Jim has developed measurement systems for fibre density and length as well as accurate subjective methods, based on fleece structure, of assessing density and length.  He has shown that animals with measurably high levels of fibre density and length produce fleeces consisting of long and thin staples of high crimp amplitude and low crimp frequency.  A key concept is that the ‘fibre bundle’, representing the fibres produced by the skin follicle group, is the basic unit of fleece structure.  These scientific discoveries impact directly on the design and implementation of fleece breeding programs as well as conventional methods of animal and fleece judging.  Currently, over 100 alpaca seedstock producers are using the SRS® breeding system.
SRS® breeding programs for alpacas have been underway for about 4 years in Australia and New Zealand .  During this time, the 125 Huacaya herdsires used by SRS® subscribers are, on average, 10 % denser and 16% longer than other herdsires.  The primary fibres and secondary fibres are 5.1 microns and 3.2 microns finer respectively.

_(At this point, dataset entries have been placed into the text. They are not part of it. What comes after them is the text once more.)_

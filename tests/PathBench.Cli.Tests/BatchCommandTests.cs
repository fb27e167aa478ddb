using System.Text.Json;
using static PathBench.Cli.Tests.CliRunner;

namespace PathBench.Cli.Tests;

/// <summary>pathbench batch: renders each job, skips completed ones, resumes from checkpoints, logs, and refuses a bad file with its position.</summary>
public sealed class BatchCommandTests
{
    private const string Jobs = """
        jobs:
          - { scene: s.yaml, out: out/a.exr, options: { spp: 8, seed: 1 } }
          - { scene: s.yaml, out: out/b.exr, reference: true, options: { spp: 8, no-roulette: true } }
        """;

    [Fact]
    public void Renders_then_skips_then_resumes_and_logs()
    {
        using var dir = new TempFolder();
        dir.Write("s.yaml", ShardMergeTests.Scene);
        dir.Write("out/keep", "");
        string jobs = dir.Write("jobs.yaml", Jobs);
        var first = Run("batch", jobs);
        Assert.True(first.Code == 0, first.Err);
        Assert.Contains("2 rendered, 0 skipped, 0 failed", first.Out, StringComparison.Ordinal);
        Assert.True(File.Exists(dir.File("out/b.variance.exr")), "a reference job writes the variance image");
        using (JsonDocument b = JsonDocument.Parse(File.ReadAllText(dir.File("out/b.json"))))
        {
            Assert.False(b.RootElement.GetProperty("russian_roulette").GetBoolean());
        }

        // The same image as a plain render of the same options.
        Assert.Equal(0, Run("render", dir.File("s.yaml"), "--spp", "8", "--seed", "1", "--out", dir.File("plain.exr")).Code);
        Assert.Equal(File.ReadAllBytes(dir.File("plain.exr")), File.ReadAllBytes(dir.File("out/a.exr")));

        var second = Run("batch", jobs);
        Assert.Equal(0, second.Code);
        Assert.Contains("0 rendered, 2 skipped", second.Out, StringComparison.Ordinal);

        // An interrupted job: its image and sidecar gone, its checkpoint left; the batch resumes it.
        File.Delete(dir.File("out/a.exr"));
        File.Delete(dir.File("out/a.json"));
        var third = Run("batch", jobs);
        Assert.Equal(0, third.Code);
        Assert.Contains("1 rendered, 1 skipped", third.Out, StringComparison.Ordinal);
        Assert.Contains("resumed", third.Out, StringComparison.Ordinal);
        Assert.Equal(File.ReadAllBytes(dir.File("plain.exr")), File.ReadAllBytes(dir.File("out/a.exr")));

        string log = File.ReadAllText(dir.File("jobs.log"));
        Assert.Contains("a.exr: skipped, completed earlier", log, StringComparison.Ordinal);
        Assert.Contains("a.exr: resuming", log, StringComparison.Ordinal);
        Assert.Equal(3, log.Split('\n').Count(l => l.Contains("finished with exit code 0", StringComparison.Ordinal)));
    }

    [Fact]
    public void A_failing_job_is_logged_and_the_batch_goes_on()
    {
        using var dir = new TempFolder();
        dir.Write("s.yaml", ShardMergeTests.Scene);
        string jobs = dir.Write("jobs.yaml", """
            jobs:
              - { scene: missing.yaml, out: a.exr }
              - { scene: s.yaml, out: b.exr, options: { spp: 2 } }
            """);
        var r = Run("batch", jobs);
        Assert.Equal(1, r.Code);
        Assert.Contains("1 rendered, 0 skipped, 1 failed", r.Out, StringComparison.Ordinal);
        Assert.True(File.Exists(dir.File("b.exr")));
        Assert.Contains("a.exr: failed, exit 2: pathbench: error:", File.ReadAllText(dir.File("jobs.log")), StringComparison.Ordinal);
    }

    [Fact]
    public void The_batchs_memory_budget_holds_for_every_job()
    {
        // A 12x8 render holds 12 · 8 · 188 bytes (README), above a 10 KiB budget: the job must be refused
        // by the budget the batch was given, not by the default each job's command line would set.
        using var dir = new TempFolder();
        dir.Write("s.yaml", ShardMergeTests.Scene);
        string jobs = dir.Write("jobs.yaml", "jobs:\n  - { scene: s.yaml, out: a.exr, options: { spp: 2 } }\n");
        var r = Run("--max-memory", "10K", "batch", jobs);
        Assert.Equal(1, r.Code);
        Assert.Contains("0 rendered, 0 skipped, 1 failed", r.Out, StringComparison.Ordinal);
        Assert.False(File.Exists(dir.File("a.exr")));
        Assert.Contains("above the memory budget of 10 KiB", File.ReadAllText(dir.File("jobs.log")), StringComparison.Ordinal);
    }

    [Theory]
    [InlineData("jobs:\n  - { scene: s.yaml }\n", ":2:5: a job needs 'out'")]
    [InlineData("jobs:\n  - { scene: s.yaml, out: a.exr, colour: red }\n", ":2:34: unknown key 'colour' in a job")]
    [InlineData("jobs:\n  - { scene: s.yaml, out: a.exr, options: { checkpoint: x } }\n", ":2:45: option 'checkpoint' is set by the batch itself")]
    [InlineData("jobs:\n  - { scene: s.yaml, out: a.exr }\n  - { scene: s.yaml, out: a.exr }\n", ":3:5: two jobs write")]
    [InlineData("jobs: []\n", ":1:1: 'jobs' must be a non-empty list")]
    [InlineData("jobs: [\n", "not valid YAML")]
    public void A_bad_jobs_file_gives_its_position_and_exit_2(string text, string expected)
    {
        using var dir = new TempFolder();
        string jobs = dir.Write("jobs.yaml", text);
        (int code, _, string err) = Run("batch", jobs);
        Assert.Equal(2, code);
        Assert.Contains(expected, err, StringComparison.Ordinal);
        Assert.StartsWith("pathbench: error: " + jobs, err, StringComparison.Ordinal);
    }
}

The test results of recently bred Huacaya sires and embryo transfer donors within the SRS® system indicate that genetically eliminating guard hair is feasible.  To do this, the mean diameter of the primary fibres has to be reduced from its current level of 35 microns to less than 17 microns.  Twenty six sires have been identified with mean primary fibre diameters of less than 30 microns (averaging 27.2 microns with the finest being 18.7 microns) and with high fibre density (mean of 51.8 follicles per square millimetre with the highest being 74.7), high fibre length (mean of 0.39 millimetres per day with the highest being 0.48), and low secondary fibre diameter (mean of 19.5 microns with the lowest being 14.7 microns).  Similarly, 20 embryo transfer donors have been identified with mean primary fibre diameter of 26.9 microns (lowest 24.5 microns), fibre density of 49.2 follicles per square millimetre (highest 78.2), fibre length of 0.39 millimetres per day (highest 0.46) and secondary fibre diameter of 19.2 microns (lowest 16.4).
Suri alpaca breeding has also entered a most exciting phase with the recent identification of high density animals which breed that way.  It breaks the mould.  Suri breeders can now move away from low density Suris, which are still being widely used in the general alpaca industry, to a more productive and finer animal.